Генерал встает, делает несколько шагов к столу и приносит два листка машинописного текста.
— На наш запрос касаемо проводника международного вагона, как и следовало ожидать^ нам ответили:
«Бесследно исчез». Относительно же того другого, наркомана, газеты поместили короткое сообщение, удобное для всех: «Отравление вследствие чрезмерной дозы морфия». Так что, скорее всего, оба происшествия будут похоронены в архивах, что также удобно для всех.
– А что нам делать с матерью? — спрашиваю я в конце разговора.
— Ничего. Сейчас пока что не следует разжигать излишние страсти там, где их и без того хватает.
Мы покидаем кабинет, и, едва очутившись в коридоре, Борислав не преминул ввернуть:
— А почему ты не спросил, что тебе делать с Маргаритой?
— Не твое дело, — одергиваю его. — Тебе пора знать, что не следует смешивать служебные дела с личными.
Квартира по улице Евлоги Георгиева обставлена довольно пышно, хотя все в ней не отличается свежестью. Как, впрочем, и сама хозяйка.
Женщина встретила меня весьма холодно. Но после того как я в прихожей предъявил ей соответствующий документ, стала немного приветливей, а сейчас сидит на диване против меня, гостеприимно скрестив ноги в тонких прозрачных чулках, почти улыбающаяся. Справедливости ради надо признать, что ноги у нее действительно как у молодой девушки, чего нельзя сказать о ее лице, которое, вопреки всем усилиям косметики, выдает возраст, близкий моему. Бегло изучаю глазами интерьер: стильная мебель серебристо-серого цвета, обитая светло-сиреневым бархатом, два неплохо сохранившихся персидских ковра, разостланных в холле и в комнате, несколько картин неизвестных мне, а может быть, и остальной части человечества, мастеров, хрустальные вазы для фруктов, фарфоровые вазы и огромное зеркало в золотой раме, которое, быть может, имело счастье отражать образ хозяйки в ту пору, когда она была гораздо моложе.
— У вас чудесная квартира, — признаю я. — Как видно, профессия парикмахера довольно-таки доходная.
— Не жалуюсь. Но если вы полагаете, что все это можно приобрести за деньги, заработанные на прическах... — Она наклоняет ко мне бюст и не без гордости поясняет: — Мой покойный муж был дипломат.
— Царский дипломат?
Бюст отступает на исходную позицию.
— Служил своей стране сколько хватало сил.
— В таком случае он, надо полагать, был весьма пожилым.

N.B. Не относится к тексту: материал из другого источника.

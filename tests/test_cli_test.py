"""``relaybench test``: verdicts, failing checks with file:line, JSON, exit statuses."""

from __future__ import annotations

import json

import pytest

from cli_support import ACC12, cli, write

PASSING = """\
        li r0, 3
loop:   dec r0
        pause
        .expect r1 == 0
        jnz loop
        li r2, 'k'
        out 0, r2
        halt
        .expect r0 == 0, z == 1, out == "k", [loop] == 0x70
"""


def test_passing_program(capsys, tmp_path):
    prog = write(tmp_path, "good.asm", PASSING)
    code, out, err = cli(capsys, "test", prog)
    assert code == 0 and err == ""
    lines = out.splitlines()
    # three visits of the pause (one check each) and the final halt (four checks)
    assert lines[0].startswith(f"pass  {prog}  (7 checks at 4 halts, ")
    assert lines[-1] == "1 program: 1 passed, 0 failed"


def test_failing_checks_name_file_line_expected_and_actual(capsys, tmp_path):
    prog = write(tmp_path, "bad.asm", """\
        li r0, 3
loop:   dec r0
        pause
        .expect r0 == 1
        jnz loop
        halt
        .expect r1 != 0, out == "done\\n"
        halt
        .expect r2 == 9
""")
    code, out, _err = cli(capsys, "test", prog)
    assert code == 1
    assert out.splitlines()[1:] == [
        f"      {prog}:4: r0 == 1: expected 1, got 2",
        f"      {prog}:7: r1 != 0: expected anything but 0, got 0",
        f'      {prog}:7: out == "done\\n": expected "done\\n", got ""',
        f"      {prog}:9: r2 == 9: never checked, the run did not halt at address 0x0008",
        "1 program: 0 passed, 1 failed",
    ]
    assert out.startswith(f"FAIL  {prog}")


def test_a_check_failing_on_a_later_visit_says_which(capsys, tmp_path):
    prog = write(tmp_path, "later.asm", "li r0, 2\nl: dec r0\npause\n.expect r0 == 1\njnz l\nhalt\n")
    code, out, _ = cli(capsys, "test", prog)
    assert code == 1
    assert f"{prog}:4: r0 == 1: expected 1, got 0 (at halt 2 there)" in out


def test_cycle_limit_fails(capsys, tmp_path):
    prog = write(tmp_path, "spin.asm", "pause\n.expect r0 == 0\ntop: jmp top\n")
    code, out, _ = cli(capsys, "test", prog, "--max-cycles", "500")
    assert code == 1
    assert "ended at the cycle limit of 500 without reaching a halt" in out


def test_json_verdicts(capsys, tmp_path):
    good = write(tmp_path, "a_good.asm", PASSING)
    bad = write(tmp_path, "b_bad.asm", "halt\n.expect r0 == 5\n")
    code, out, _ = cli(capsys, "test", tmp_path, "--json")
    assert code == 1
    data = json.loads(out)
    assert (data["passed"], data["failed"]) == (1, 1)
    first, second = data["programs"]
    assert first["path"] == str(good) and first["passed"] and first["status"] == "halted"
    assert first["checks_run"] == 7 and first["halts"] == 4
    assert second["path"] == str(bad)
    assert second["failures"] == [{"file": str(bad), "line": 2, "check": "r0 == 5", "op": "==",
                                   "expected": 5, "actual": 0, "visit": 1}]


def test_directory_search_finds_programs_at_any_depth_but_not_includes(capsys, tmp_path):
    (tmp_path / "deeper").mkdir()
    write(tmp_path, "shared.inc", "helper: ret\n")
    write(tmp_path / "deeper", "one.asm", 'call helper\nhalt\n.expect sp == 0\n.include "../shared.inc"\n')
    write(tmp_path, "two.asm", "halt\n.expect pc == 1\n")
    code, out, _ = cli(capsys, "test", tmp_path)
    assert code == 0
    assert [line.split()[1] for line in out.splitlines()[:-1]] == \
        [str(tmp_path / "deeper" / "one.asm"), str(tmp_path / "two.asm")]


def test_no_programs_found(capsys, tmp_path):
    code, _out, err = cli(capsys, "test", tmp_path)
    assert code == 1
    assert err.strip() == f"relaybench: error: no *.asm programs in {tmp_path}"


def test_unloadable_program_fails_with_its_message(capsys, tmp_path):
    prog = write(tmp_path, "typo.asm", "li r9, 1\nhalt\n")
    code, out, _ = cli(capsys, "test", prog)
    assert code == 1
    assert out.splitlines()[:2] == [f"FAIL  {prog}: cannot run it",
                                    f"      {prog}:1:4: error: r9 is not a register of ref8 (r0–r7)"]


def test_panel_file_sets_switches_and_input(capsys, tmp_path):
    prog = write(tmp_path, "panel.asm", "in r0, 0\nin r1, 1\nin r2, 1\nhalt\n"
                                        ".expect r0 == 0x5A, r1 == 'h', r2 == 'i'\n")
    write(tmp_path, "panel.panel.toml", 'switches = 0x5A\ninput = "hi"\n')
    assert cli(capsys, "test", prog)[0] == 0


def test_panel_file_input_from_a_file(capsys, tmp_path):
    prog = write(tmp_path, "bytes.asm", "in r0, 1\nhalt\n.expect r0 == 250\n")
    (tmp_path / "bytes.in").write_bytes(bytes([250]))
    write(tmp_path, "bytes.panel.toml", 'input_file = "bytes.in"\nmax_cycles = 100\n')
    assert cli(capsys, "test", prog)[0] == 0


@pytest.mark.parametrize("panel, message", [
    ("switches = 300\n", "1: error: 'switches' must be an integer 0…255 (the 8 toggles of ref8), not 300"),
    ("# toggles\nspeed = 3\n", "2: error: unknown key 'speed' (expected one of: switches, input, input_file, "
                               "max_cycles, machine, at_halt)"),
    ('input = "a"\ninput_file = "b"\n', "2: error: give 'input' or 'input_file', not both"),
    ("max_cycles = 0\n", "1: error: 'max_cycles' must be a positive integer, not 0"),
    ("switches = \n", "1:12: error: not valid TOML: Invalid value"),
])
def test_bad_panel_file(capsys, tmp_path, panel, message):
    prog = write(tmp_path, "p.asm", "halt\n")
    panel_path = write(tmp_path, "p.panel.toml", panel)
    code, out, _ = cli(capsys, "test", prog)
    assert code == 1
    assert f"{panel_path}:{message}" in out


def test_image_with_debug_file_keeps_its_checks(capsys, tmp_path):
    prog = write(tmp_path, "img.asm", "li r0, 4\npause\n.expect r0 == 4\nhalt\n.expect r0 == 5\n")
    cli(capsys, "asm", prog)
    code, out, _ = cli(capsys, "test", prog.with_suffix(".hex"))
    assert code == 1
    assert f"{prog}:5: r0 == 5: expected 5, got 4" in out


def test_acc12_program(capsys, tmp_path):
    prog = write(tmp_path, "acc.asm", "set 7\nbump\npause\n.expect acc == 8, zf == 0\nstop\n.expect acc == 8\n")
    code, out, _ = cli(capsys, "test", "--machine", ACC12, prog)
    assert code == 0, out
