"""Watched runs against a plain run of the same program (targets from issue 14, item 7).

Run:  python tests/bench/bench_watched.py

programs/ref8/ledger.asm (about 12 million cycles) is run to its final halt by
the debugger, resuming at its pauses, once plain and once under each of:
a breakpoint, a watchpoint on a memory word, an instruction-count goal and
a call-depth goal (the `leave` of the top level, asked around every call
and return). The variants are interleaved round by round, and the best
time of each is divided by the best plain time: the target is at most 1.5
for each.

A second table runs the engine alone (no debugger) under watched
registers, which the program writes all the time: there the many real
stops (one per change) are counted in, but not the debugger's own cost of
a stop (the replay that draws its timing diagram, tens of milliseconds).
"""

from __future__ import annotations

import os
import sys
import time
from pathlib import Path

ROOT = Path(__file__).resolve().parents[2]
sys.path.insert(0, str(ROOT))

from emu import load_machine  # noqa: E402
from emu.debugger import AnyOf, CallDepth, Count, Session, Watch, Watches, call_shape, load_view  # noqa: E402
from emu.runs import load_program, start_emulator  # noqa: E402

TARGET = 1.5
ROUNDS = 3
REF8 = load_machine("ref8")


def count_goal(session):
    return Count(3_000_000, session.emu)


def depth_goal(session):
    return CallDepth(session.machine, call_shape(session.machine), session.emu.instruction_address, 0,
                     "returned to the caller")


VARIANTS = {
    "plain go": ([], None),
    "breakpoint (break print_hex32)": (["break print_hex32"], None),
    "watchpoint on a word (watch [crc])": (["watch [crc]"], None),
    "until: instruction count (instr 3000000)": ([], count_goal),
    "until: call depth (leave at top level)": ([], depth_goal),
}


def to_the_end(setup, goal) -> tuple[float, int, int]:
    """Seconds to run ledger.asm to its halt under the variant; cycles and stops on the way."""
    session = Session(REF8, load_view("ledger.asm", REF8))
    for line in setup:
        session.execute(line)
    emu, stops = session.emu, 0
    started = time.perf_counter()
    emu.set_switch_run(True)
    while True:
        session.let_run(goal=goal(session) if goal else None, max_cycles=10**9)
        if emu.halt_latch:
            if "pause" not in session.last_stop:
                break
            emu.press_resume()
        else:
            stops += 1
            emu.set_switch_run(True)
    return time.perf_counter() - started, emu.cycles, stops


ENGINE_WATCHES = {"plain run": None, "watch sp (1,004 changes)": "sp",
                  "watch r6 (483 changes)": "r6", "watch flag v (32,272 changes)": "v"}


def engine_run(program, name) -> tuple[float, int, int]:
    """The engine alone to the final halt, stopping at every change of the watched register."""
    emu = start_emulator(program, REF8)
    stops = 0
    started = time.perf_counter()
    while True:
        until = AnyOf([Watches([Watch(1, name=name)], emu)]) if name else None
        stop = emu.run(max_cycles=10**9, until=until)
        if stop.kind == "halted":
            if emu.halt_address not in program.pauses:
                break
            emu.press_resume()
        else:
            stops += 1
    return time.perf_counter() - started, emu.cycles, stops


def table(title, variants, run, plain_name) -> bool:
    best: dict[str, float] = {}
    told: dict[str, tuple[int, int]] = {}
    for _ in range(ROUNDS):
        for name, variant in variants.items():
            seconds, cycles, stops = run(variant)
            best[name] = min(best.get(name, seconds), seconds)
            told[name] = (cycles, stops)
    print(title)
    ok = True
    for name, seconds in best.items():
        ratio = seconds / best[plain_name]
        cycles, stops = told[name]
        mark = "" if name == plain_name or ratio <= TARGET else "   MISSED"
        ok &= not mark
        print(f"  {name:<44} {seconds:6.2f} s  {ratio:5.2f} x plain  ({cycles:,} cycles, {stops:,} stops){mark}")
    return ok


def main() -> int:
    os.chdir(ROOT / "programs" / "ref8")
    ok = table("the debugger, go to the end:", VARIANTS, lambda v: to_the_end(*v), "plain go")
    program = load_program("ledger.asm", REF8)
    ok &= table("the engine alone, watched registers:", ENGINE_WATCHES, lambda v: engine_run(program, v),
                "plain run")
    print(f"target: each at most {TARGET} x plain; " + ("all met" if ok else "A TARGET WAS MISSED"))
    return 0 if ok else 1


if __name__ == "__main__":
    sys.exit(main())
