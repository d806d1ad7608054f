"""Shared helpers for engine tests: the two machines and random programs.

Programs are built with the machine's own encoder, not the assembler, so
the engine tests stand on the description alone. Address-like fields draw
small values so that jumps, loads and stores land inside the program.
"""

from __future__ import annotations

from dataclasses import dataclass
from pathlib import Path

from hypothesis import strategies as st

from emu import Emulator, Observer, load_machine

ACC12_PATH = Path(__file__).parent / "machines" / "acc12.toml"
MACHINES = {"ref8": load_machine("ref8"), "acc12": load_machine(ACC12_PATH)}


def machine_named(name: str):
    return MACHINES[name]


def instruction_named(machine, display: str):
    for ins in machine.instructions:
        if ins.display == display:
            return ins
    raise KeyError(display)


def encode(machine, display: str, **values) -> list[int]:
    return instruction_named(machine, display).encode(values)


@st.composite
def instructions(draw, machine, span: int):
    """One encoded instruction; halting ones drawn about one time in ten."""
    halting = [i for i in machine.instructions if i.drives_halt]
    others = [i for i in machine.instructions if not i.drives_halt]
    ins = draw(st.sampled_from(halting)) if draw(st.integers(0, 9)) == 0 else draw(st.sampled_from(others))
    values = {}
    for name, fld in ins.fields.items():
        kind = fld.kind
        if kind.is_register:
            values[name] = draw(st.integers(0, len(kind.registers) - 1))
        elif kind.high >= span:
            values[name] = draw(st.integers(0, span))
        else:
            values[name] = draw(st.integers(kind.low, kind.high))
    return ins.encode(values)


@st.composite
def programs(draw, machine, max_instructions: int = 24):
    count = draw(st.integers(1, max_instructions))
    words: list[int] = []
    for _ in range(count):
        words.extend(draw(instructions(machine, span=3 * count)))
    return words


def boot(machine, words, switches: int = 0, input_bytes: bytes = b"") -> Emulator:
    emu = Emulator(machine)
    emu.load([(0, words)])
    emu.switches = switches
    emu.input_bytes = input_bytes
    return emu


def datapath_state(emu: Emulator) -> tuple:
    """Registers, flags, memory, ports: everything a program can observe."""
    registers_and_flags = emu._s[:emu.machine.undriven_slot]
    return (tuple(int(v) for v in registers_and_flags), bytes(emu.memory) if isinstance(emu.memory, bytearray)
            else tuple(emu.memory), bytes(emu.output), emu.lamps, emu.ports.input_position)


def full_state(emu: Emulator) -> tuple:
    """The datapath and everything the control unit and the clock hold."""
    return (datapath_state(emu), emu.cycles, emu.instructions, emu.time_ns, emu.phase_index,
            emu._seq, emu.frozen, emu.halt_latch, emu.halt_address)


def run_resuming(emu: Emulator, cycles: int) -> list[str]:
    """Run a cycle budget, pressing RESUME at every halt; the stop reasons in order."""
    target, reasons = emu.cycles + cycles, []
    while emu.cycles < target:
        reason = emu.run(max_cycles=target - emu.cycles)
        reasons.append(reason.kind)
        if reason.kind == "halted":
            emu.press_resume()
    return reasons


# ----- one-program runs for the instruction tests ---------------------------------------

@dataclass
class Run:
    emu: Emulator
    before: dict[str, int]
    memory_before: list[int]
    stop: object


def encode_forms(forms: dict, *parts: tuple[str, dict]) -> list[int]:
    """Words of the instruction forms given as (display, field values)."""
    words = []
    for display, values in parts:
        words += forms[display].encode(values)
    return words


def run_program(machine, words, path: str, *, values=None, memory=None, switches=0, input_bytes=b"",
                max_cycles=200) -> Run:
    """Load, set ``values`` (registers, pairs, flags by name), run on the ``path`` asked for."""
    emulator = Emulator(machine)
    if path == "stepped":
        emulator.observe(Observer())
    emulator.load([(0, words)])
    for address, value in (memory or {}).items():
        emulator.memory[address] = value
    for name, value in (values or {}).items():
        emulator.set(name, value)
    emulator.switches = switches
    emulator.input_bytes = input_bytes
    names = [r.name for r in machine.visible_registers] + list(machine.pairs) + list(machine.flags)
    before = {name: emulator.get(name) for name in names}
    return Run(emulator, before, list(emulator.memory), emulator.run(max_cycles=max_cycles))
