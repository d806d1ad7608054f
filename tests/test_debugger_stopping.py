"""The one run policy: the same event is told in the same words whichever way
the machine moved (the engine's run, STEP pulses, the live view), and a
replay for the timing diagram that disagrees with its run is not swallowed.

Expected sentences are the debugger's own (pinned in test_debugger_commands);
here each drive is checked against the sentence another drive gives.
"""

from __future__ import annotations

import pytest

from emu import Emulator
from emu.debugger import LiveClock

from debugger_programs import session_for


@pytest.fixture(autouse=True)
def in_tmp(tmp_path, monkeypatch):
    monkeypatch.chdir(tmp_path)


def _stop_line(go_reply: str) -> str:
    """The sentence of a 'go' reply that says why it stopped (after 'switch at RUN')."""
    return go_reply.splitlines()[1]


def test_a_step_by_pulses_onto_a_breakpoint_is_told_as_the_run_tells_it(tmp_path):
    running, frozen = session_for(tmp_path), session_for(tmp_path)
    for session in (running, frozen):
        session.execute("break 2")
    told = _stop_line(running.execute("go"))
    assert told == "breakpoint 1 at 0002 start+2 kiln.asm:3"
    # li r0, 3 is two words and two STEP pulses (ref8.toml); its end is the breakpoint
    assert frozen.execute("instr") == f"{told} (2 STEP pulses). {frozen.here_text()}"
    assert frozen.emu.frozen and (frozen.emu.pc, frozen.emu.cycles) == (running.emu.pc, running.emu.cycles)


def test_the_live_view_tells_a_watchpoint_as_the_run_tells_it(tmp_path):
    running, live = session_for(tmp_path), session_for(tmp_path)
    for session in (running, live):
        session.execute("watch [0x200]")
    told = _stop_line(running.execute("go"))
    assert told.startswith("watchpoint 1: [0200] changed from 0x00 to 0x01 (the instruction before 001A")
    wall = [0.0]
    clock = LiveClock(live, 100.0, now=lambda: wall[0])
    clock.press("run")
    wall[0] = 5.0
    clock.tick()
    assert clock.finished == told
    assert (live.emu.pc, live.emu.cycles) == (running.emu.pc, running.emu.cycles)


def test_a_replay_that_disagrees_with_its_run_is_shown_as_an_internal_error(tmp_path, monkeypatch):
    session = session_for(tmp_path)
    honest = Emulator.restore_state

    def restore_then_drift(emu, state, origin="<snapshot>"):
        """The scratch emulator of the replay starts with one memory bit flipped."""
        honest(emu, state, origin)
        emu.memory[0x3FF] ^= 1

    monkeypatch.setattr(Emulator, "restore_state", restore_then_drift)
    reply = session.execute("go")
    assert reply == ("internal error: the replay of the last run for the timing diagram disagrees with it: "
                     "after cycle 94 the two differ in memory; please report it. "
                     "The machine is as the run left it.")
    # the run itself stands (the pause after 94 cycles, as in test_debugger_commands) ...
    assert session.emu.frozen and session.emu.cycles == 94 and session.emu.memory[0x3FF] == 0
    # ... and no diagram is drawn from the replay that disagreed
    assert len(session.recorder.columns) == 0
    assert session.execute("why").startswith("unknown: the last run's replay disagreed with it")
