"""A make-before-break ring as parts: which stage's event ends each phase, checked
against the RC formulas by hand, and irregularity measured against the design.

duo4 (tests/machines/duo4.toml) lights stages [1], [1, 2], [2], [2, 3], [3],
[3, 1]: each stage picks up while the one before still holds, and the
overlap ends when that one drops out. The formulas are the first-order RC
ones of any electronics primer (common practice; e.g. Horowitz and Hill,
The Art of Electronics, 3rd ed., section 1.4, from memory): a capacitor
charging through R towards V has v(t) = V (1 - e^(-t/RC)), one discharging
from V0 has v(t) = V0 e^(-t/RC); a capacitor across a coil fed through R
sees the Thevenin divider V Rcoil / (R + Rcoil) and R || Rcoil.
"""

from __future__ import annotations

import copy
import dataclasses
import math
import tomllib
from pathlib import Path

import numpy as np
import pytest

import emu
from emu import Emulator, load_machine, machine_from_text
from emu.description import timing_section
from emu.timing import PARTS, monte_carlo, spread_source, timing_model

DUO4_PATH = Path(__file__).parent / "machines" / "duo4.toml"
DUO4_TEXT = DUO4_PATH.read_text(encoding="utf-8")
DUO4 = load_machine(DUO4_PATH)
SUPPLY, COIL, PICK_UP, DROP_OUT, OPERATE, RELEASE = 24.0, 680.0, 14.4, 3.6, 0.010, 0.005
STAGES = {1: (285.0, 52.3e-6), 2: (119.0, 80.5e-6), 3: (182.0, 48.7e-6)}
"""Stage → (series resistor, capacitor), as duo4.toml gives them."""


def pick_up_seconds(stage: int) -> float:
    r, c = STAGES[stage]
    held = SUPPLY * COIL / (r + COIL)
    tau = (r * COIL / (r + COIL)) * c
    return tau * math.log(held / (held - PICK_UP)) + OPERATE


def drop_out_seconds(stage: int) -> float:
    r, c = STAGES[stage]
    held = SUPPLY * COIL / (r + COIL)
    return COIL * c * math.log(held / DROP_OUT) + RELEASE


def test_the_stage_that_changes_ends_each_phase():
    timing = DUO4.timing
    # A [1] ends when 2 picks up; AB [1, 2] when 1 drops out; B [2] when 3 picks up;
    # BC [2, 3] when 2 drops out; C [3] when 1 picks up; CA [3, 1] when 3 drops out
    assert [s + 1 for s in timing.phase_stage] == [2, 1, 3, 2, 1, 3]
    assert timing.phase_event == ("charge", "discharge", "charge", "discharge", "charge", "discharge")
    assert all(stage.mode is None for stage in timing.stages)


def test_each_phase_is_the_rc_event_of_its_stage_by_hand():
    expected = [pick_up_seconds(2), drop_out_seconds(1), pick_up_seconds(3),
                drop_out_seconds(2), pick_up_seconds(1), drop_out_seconds(3)]
    assert timing_model(DUO4).nominal_phase_seconds() == pytest.approx(expected, rel=1e-12)
    # and they are the table's phases: 20, 60, 20, 100, 30, 60 ms
    assert expected == pytest.approx([0.020, 0.060, 0.020, 0.100, 0.030, 0.060], abs=1e-4)


@pytest.mark.parametrize("stage", [1, 2, 3])
def test_at_the_derived_times_the_coil_is_at_its_pick_up_and_drop_out_voltages(stage):
    """The derived times put back into v(t) = V (1 - e^(-t/RC)) and v(t) = V0 e^(-t/RC)."""
    r, c = STAGES[stage]
    held = SUPPLY * COIL / (r + COIL)
    charging = held * (1 - math.exp(-(pick_up_seconds(stage) - OPERATE) / ((r * COIL / (r + COIL)) * c)))
    discharging = held * math.exp(-(drop_out_seconds(stage) - RELEASE) / (COIL * c))
    assert (charging, discharging) == pytest.approx((PICK_UP, DROP_OUT), rel=1e-12)


def test_a_stage_is_lit_several_time_constants_before_it_drops_out():
    """The drop-out starts from the full divider voltage: from its pick-up to its drop-out each
    stage stays lit at least five charging time constants (within 1 % of the full voltage)."""
    seconds = timing_model(DUO4).nominal_phase_seconds()
    phases = DUO4.phases
    for stage, (r, c) in STAGES.items():
        tau = (r * COIL / (r + COIL)) * c
        picked = next(i for i in range(len(phases)) if stage in phases[i].ring and stage not in phases[i - 1].ring)
        lit, i = 0.0, picked
        while True:
            following = (i + 1) % len(phases)
            if stage not in phases[following].ring:
                break          # phase i is the overlap its drop-out ends; it is let go when i begins
            lit += seconds[i]
            i = following
        assert lit > 5 * tau, stage


def raw_timing():
    return copy.deepcopy(tomllib.loads(DUO4_TEXT)["timing"])


def duo4_model(changes=None, stage_changes=None):
    timing = raw_timing()
    timing.update(changes or {})
    for index, extra in (stage_changes or {}).items():
        timing["stage"][index].update(extra)
    return timing_model(dataclasses.replace(DUO4, timing=timing_section(timing, DUO4)))


def no_spread():
    return {f"{name}_tol": 0.0 for name in PARTS} | {"supply_tol": 0.0, "jitter": 0.0}


def test_two_different_pulses_a_turn_are_not_irregularity():
    """A clock built exactly as designed: the cycles are 80 ms (AB + B) and 210 ms
    (BC + C + CA + A), which a plain cycle-to-cycle change would call 90 % irregular."""
    result = monte_carlo(duo4_model(no_spread()), 10, seed=1)
    a, ab, b, bc, c, ca = timing_model(DUO4).nominal_phase_seconds()
    assert (ab + b, bc + c + ca + a) == pytest.approx((0.080, 0.210), abs=2e-4)
    assert np.all(np.abs(result.irregularity) < 1e-12)
    assert result.shortest_high_s[0] == pytest.approx(ab)


def test_irregularity_is_the_change_from_each_cycles_own_nominal_length():
    """Only stage 2's capacitor spread (±20 %), no jitter: every turn alike, the short
    cycle r0 and the long r1 times their nominal lengths, so the turn alternates
    r0, r1, r0, r1 and the irregularity is |r0 - r1| / ((r0 + r1) / 2)."""
    model = duo4_model(no_spread(), {1: {"c_tol": 0.2}})
    result = monte_carlo(model, 2_000, seed=5)
    a, ab, b, bc, c, ca = timing_model(DUO4).nominal_phase_seconds()
    built = result.phase_s
    r0 = (built[:, 1] + built[:, 2]) / (ab + b)
    r1 = (built[:, 3] + built[:, 4] + built[:, 5] + built[:, 0]) / (bc + c + ca + a)
    assert result.irregularity == pytest.approx(np.abs(r0 - r1) / ((r0 + r1) / 2), rel=1e-9)
    assert result.irregularity.max() > 0.05


def test_the_spread_clock_draws_make_before_break_turns():
    source = spread_source(DUO4, seed=3)
    built = source.built_phase_ns / 1e6
    assert built == pytest.approx([20, 60, 20, 100, 30, 60], rel=0.5)
    program = [1, 7, 0]      # li 7, halt
    even, spread = Emulator(DUO4), Emulator(DUO4)
    for emulator in (even, spread):
        emulator.load([(0, program)])
    spread.clock_source = spread_source(DUO4, seed=3)
    assert even.run(max_cycles=50).kind == spread.run(max_cycles=50).kind == "halted"
    assert (even.get("a"), even.cycles) == (spread.get("a"), spread.cycles) == (7, even.cycles)
    assert even.time_ns != spread.time_ns


def duo4_error(old: str, new: str) -> str:
    assert DUO4_TEXT.count(old) == 1, old
    with pytest.raises(emu.MachineError) as caught:
        machine_from_text(DUO4_TEXT.replace(old, new), "duo4.toml")
    return str(caught.value).split("\n")[0]


def line_of(text: str, after: int = 0) -> int:
    lines = DUO4_TEXT.splitlines()
    return lines.index(text, after) + 1


def test_a_ring_whose_phases_change_two_stages_is_refused_at_the_phase():
    # CA lights [1] instead of [3, 1]: from C [3] to it, 1 picks up and 3 drops out at once
    message = duo4_error("ring = [3, 1]", "ring = [1]")
    ring_of_c = line_of("ring = [3]")
    assert message == (f"duo4.toml:{ring_of_c}: error: [[clock.phase]] 5 ('C'): a timed "
                       "make-before-break ring changes one stage from each phase to the next (one picks up, "
                       "or one drops out), but from [3] to [1] (in 'CA') stage 1 picks up and stage 3 drops out")


def test_mode_has_no_place_in_a_make_before_break_ring():
    message = duo4_error("r_ohm = 285\n", "r_ohm = 285\nmode = \"charge\"\n")
    assert message == (f"duo4.toml:{line_of('r_ohm = 285') + 1}: error: [[timing.stage]] 1: 'mode' has no place "
                       "when a phase lights 2 stages ('AB'): then each stage picks up, ending one phase, and "
                       "drops out, ending another, as the ring says; leave 'mode' out")


def test_every_stage_of_a_make_before_break_ring_needs_both_events():
    message = duo4_error("release_ms = 5\n", "")
    assert message.endswith("error: [[timing.stage]] 1: missing key 'release_ms' (the release time in milliseconds)")


def test_a_stage_that_never_changes_times_nothing():
    # stage 4 lit in every phase: it never picks up nor drops out
    text = DUO4_TEXT.replace("stages = 3", "stages = 4")
    for ring in ("[1]", "[1, 2]", "[2]", "[2, 3]", "[3]", "[3, 1]"):
        text = text.replace(f"ring = {ring}\n", f"ring = {ring[:-1]}, 4]\n", 1)
    text = text.replace("[fetch]", "[[timing.stage]]\nr_ohm = 100\nc_uf = 10\n\n[fetch]")
    with pytest.raises(emu.MachineError) as caught:
        machine_from_text(text, "duo4.toml")
    assert str(caught.value).split("\n")[0].endswith(
        "error: [clock]: ring stage 4 never picks up or drops out, so its parts time nothing")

— Да, действительно, но вы же знаете, что любви все возрасты покорны.
И она снова наклоняет бюст, как бы желая внушить мне, что это правило не утратило своего значения и по сей день.
— Вы правы, — киваю я в ответ. — Только мы уходим в сторону от служебного разговора. А служебный разговор касается вашего почтового ящика.
Женщина держится безупречно — не глядит на меня с ошарашенным видом, на ее слегка удивленном лице нет ничего такого, что могло бы казаться подозрительным, и все-таки ее притворство не в состоянии скрыть сдерживаемого напряжения.